The surface that is scanned by the optical movement sensor is suitably a surface over which the vehicle is travelling. Suitably, the optical movement sensor scans a surface that is close to or under the vehicle during travel of the vehicle over the surface.
The optical movement sensor may comprise the operative part of an optical computer mouse. Therefore, in saying that the optical movement sensor “scans” the surface over which the vehicle moves, where the optical movement sensor comprises the operative part of an optical computer mouse, it will be understood that the optical movement sensor receives successive images of the surface over which the vehicle is moving. One part or other of the control system will then detect patterns in the images, and uses the change in the patterns between successive images to obtain information regarding the movement of the vehicle.
The optical movement sensor may comprise an illumination source and an illumination detector.
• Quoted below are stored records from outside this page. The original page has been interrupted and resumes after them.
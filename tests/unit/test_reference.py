"""Reference module: the Antoine form in the units of the table, and the comparison.
Expected values from the Poling et al. (2001) coefficients evaluated by hand."""

import math

import numpy as np
import pytest

from vpkit.constants import R
from vpkit.errors import InputError
from vpkit.reference import antoine_curve, canonical_name, compare_to_reference, liquids


def test_antoine_by_hand():
    c = antoine_curve("acetone")  # log10(p/Pa) = 9.2184 - 1197.01/(T/K - 45.09)
    T = 310.0
    assert c.p(T) == pytest.approx(10 ** (9.2184 - 1197.01 / (T - 45.09)), rel=1e-12)
    dH = R * math.log(10) * 1197.01 * T**2 / (T - 45.09) ** 2
    assert c.apparent_enthalpy(T) == pytest.approx(dH, rel=1e-12)


def test_aliases():
    assert canonical_name("Isopropanol") == "2-propanol"
    assert canonical_name("67-64-1") == "acetone"
    assert len(liquids()) >= 12
    with pytest.raises(InputError, match="no reference"):
        canonical_name("unobtainium")


def test_comparison_warns_outside_validity():
    c = antoine_curve("1-butanol")  # valid from 310.18 K
    T = np.array([300.0, 320.0, 340.0])
    cmp = compare_to_reference(c, T, c.p(T) * 1.01, [True] * 3, 320.0)
    np.testing.assert_allclose(cmp.deviation_percent, 1.0, rtol=1e-9)
    assert cmp.outside == (0,) and cmp.warnings


@pytest.mark.parametrize("typed,name", [("ethyl_acetate", "ethyl acetate"), ("IPA", "2-propanol"),
                                        ("isopropanol", "2-propanol"), ("Ethyl alcohol", "ethanol"),
                                        ("H2O", "water"), ("propan-1-ol", "1-propanol"),
                                        ("141-78-6", "ethyl acetate")])
def test_names_people_type(typed, name):
    """Synonyms and CAS numbers as in the Poling et al. (2001) table and common usage."""
    assert canonical_name(typed) == name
The optical movement sensor may comprise an optical movement sensor integrated circuit.
As noted above, the optical movement sensor may comprise the operative part from an optical computer mouse. Alternatively, the optical movement sensor may be adapted from or derived from the operative part of an optical computer mouse. The optical movement sensor may use a light source to illuminate the surface that is being tracked (i.e. the surface over which the vehicle is moving).
Changes between one frame and the next may be processed by an image processing part of a chip embedded in the optical movement sensor and this may translate the movement across the surface of the optical movement sensor (which will generally be mounted to the vehicle) into movement along two axes. Alternatively, the image processing may be performed by processing means separate from the optical movement sensor. For example, the signals received by the optical movement sensor may be conveyed to a separate microprocessor with graphics processing capabilities for processing.
The optical movement sensor may include an optical movement sensing circuit that tracks movement in a fashion similar to the optical movement sensing circuits used to track movement in computer mice. The person skilled in the art will readily appreciate how such optical movement sensing circuits analyze data and provide signals indicative of movement of the sensor across the surface. For this reason, further discussion as to the actual algorithms used in the optical movement sensing circuits need not be provided. Suitably, the optical movement sensing circuit may comprise an optical movement sensing integrated circuit. Such optical movement sensing integrated circuits are readily available from a number of suppliers.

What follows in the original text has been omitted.